About this exercise:
Copy each line of the records that contains the word "setpoint".

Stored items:
*** Begin section ***
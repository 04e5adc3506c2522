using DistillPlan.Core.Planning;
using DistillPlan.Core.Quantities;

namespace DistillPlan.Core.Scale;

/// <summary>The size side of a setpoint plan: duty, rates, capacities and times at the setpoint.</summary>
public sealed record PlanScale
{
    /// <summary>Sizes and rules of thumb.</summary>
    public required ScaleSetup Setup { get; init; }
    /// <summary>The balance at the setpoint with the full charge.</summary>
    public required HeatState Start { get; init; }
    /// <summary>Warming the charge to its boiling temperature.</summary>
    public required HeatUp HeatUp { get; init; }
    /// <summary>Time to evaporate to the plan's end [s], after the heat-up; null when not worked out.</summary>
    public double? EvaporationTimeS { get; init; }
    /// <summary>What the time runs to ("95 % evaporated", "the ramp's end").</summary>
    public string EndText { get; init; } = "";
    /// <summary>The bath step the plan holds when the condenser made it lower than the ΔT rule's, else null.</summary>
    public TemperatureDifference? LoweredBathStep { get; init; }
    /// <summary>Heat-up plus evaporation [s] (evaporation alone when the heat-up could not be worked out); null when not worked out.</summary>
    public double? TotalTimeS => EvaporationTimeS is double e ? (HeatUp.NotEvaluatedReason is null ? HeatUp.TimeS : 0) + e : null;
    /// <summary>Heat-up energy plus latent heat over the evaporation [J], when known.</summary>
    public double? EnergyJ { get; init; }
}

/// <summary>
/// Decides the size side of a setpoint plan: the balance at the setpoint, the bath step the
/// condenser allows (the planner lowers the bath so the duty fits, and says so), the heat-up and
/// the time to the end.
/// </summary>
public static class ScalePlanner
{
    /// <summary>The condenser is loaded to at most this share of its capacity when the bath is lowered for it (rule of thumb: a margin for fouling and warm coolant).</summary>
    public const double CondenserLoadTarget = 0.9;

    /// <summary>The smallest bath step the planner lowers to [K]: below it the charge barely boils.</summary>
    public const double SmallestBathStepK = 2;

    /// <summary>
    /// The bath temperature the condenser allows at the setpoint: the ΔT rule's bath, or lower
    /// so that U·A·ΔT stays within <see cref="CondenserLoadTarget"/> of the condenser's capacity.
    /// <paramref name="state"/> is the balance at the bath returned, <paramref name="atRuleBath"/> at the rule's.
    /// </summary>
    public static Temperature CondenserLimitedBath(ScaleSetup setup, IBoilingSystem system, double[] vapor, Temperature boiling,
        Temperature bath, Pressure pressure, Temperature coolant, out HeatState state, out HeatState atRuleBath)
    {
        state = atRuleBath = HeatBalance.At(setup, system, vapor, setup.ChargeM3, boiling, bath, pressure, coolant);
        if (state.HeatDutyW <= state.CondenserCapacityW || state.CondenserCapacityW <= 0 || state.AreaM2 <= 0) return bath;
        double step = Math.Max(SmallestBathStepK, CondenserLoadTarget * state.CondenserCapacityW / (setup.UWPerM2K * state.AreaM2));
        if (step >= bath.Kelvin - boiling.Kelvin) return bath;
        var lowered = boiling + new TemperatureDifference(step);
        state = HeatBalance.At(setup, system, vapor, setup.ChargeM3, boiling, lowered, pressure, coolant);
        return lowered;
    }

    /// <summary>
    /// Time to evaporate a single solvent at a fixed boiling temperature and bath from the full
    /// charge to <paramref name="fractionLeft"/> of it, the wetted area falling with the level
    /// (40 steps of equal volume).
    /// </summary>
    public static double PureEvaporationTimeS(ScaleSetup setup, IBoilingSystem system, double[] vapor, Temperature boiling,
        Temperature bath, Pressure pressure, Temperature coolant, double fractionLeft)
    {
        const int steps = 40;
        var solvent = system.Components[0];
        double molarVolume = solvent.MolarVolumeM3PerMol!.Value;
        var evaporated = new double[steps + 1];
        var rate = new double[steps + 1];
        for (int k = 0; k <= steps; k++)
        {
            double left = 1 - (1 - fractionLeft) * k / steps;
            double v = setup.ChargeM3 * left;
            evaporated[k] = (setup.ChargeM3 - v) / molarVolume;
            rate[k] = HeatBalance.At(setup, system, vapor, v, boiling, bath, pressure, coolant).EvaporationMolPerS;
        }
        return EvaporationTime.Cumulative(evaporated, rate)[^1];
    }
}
*** End section ***
Task output:
/// <summary>The size side of a setpoint plan: duty, rates, capacities and times at the setpoint.</summary>
    /// <summary>The balance at the setpoint with the full charge.</summary>
/// Decides the size side of a setpoint plan: the balance at the setpoint, the bath step the
    /// The bath temperature the condenser allows at the setpoint: the ΔT rule's bath, or lower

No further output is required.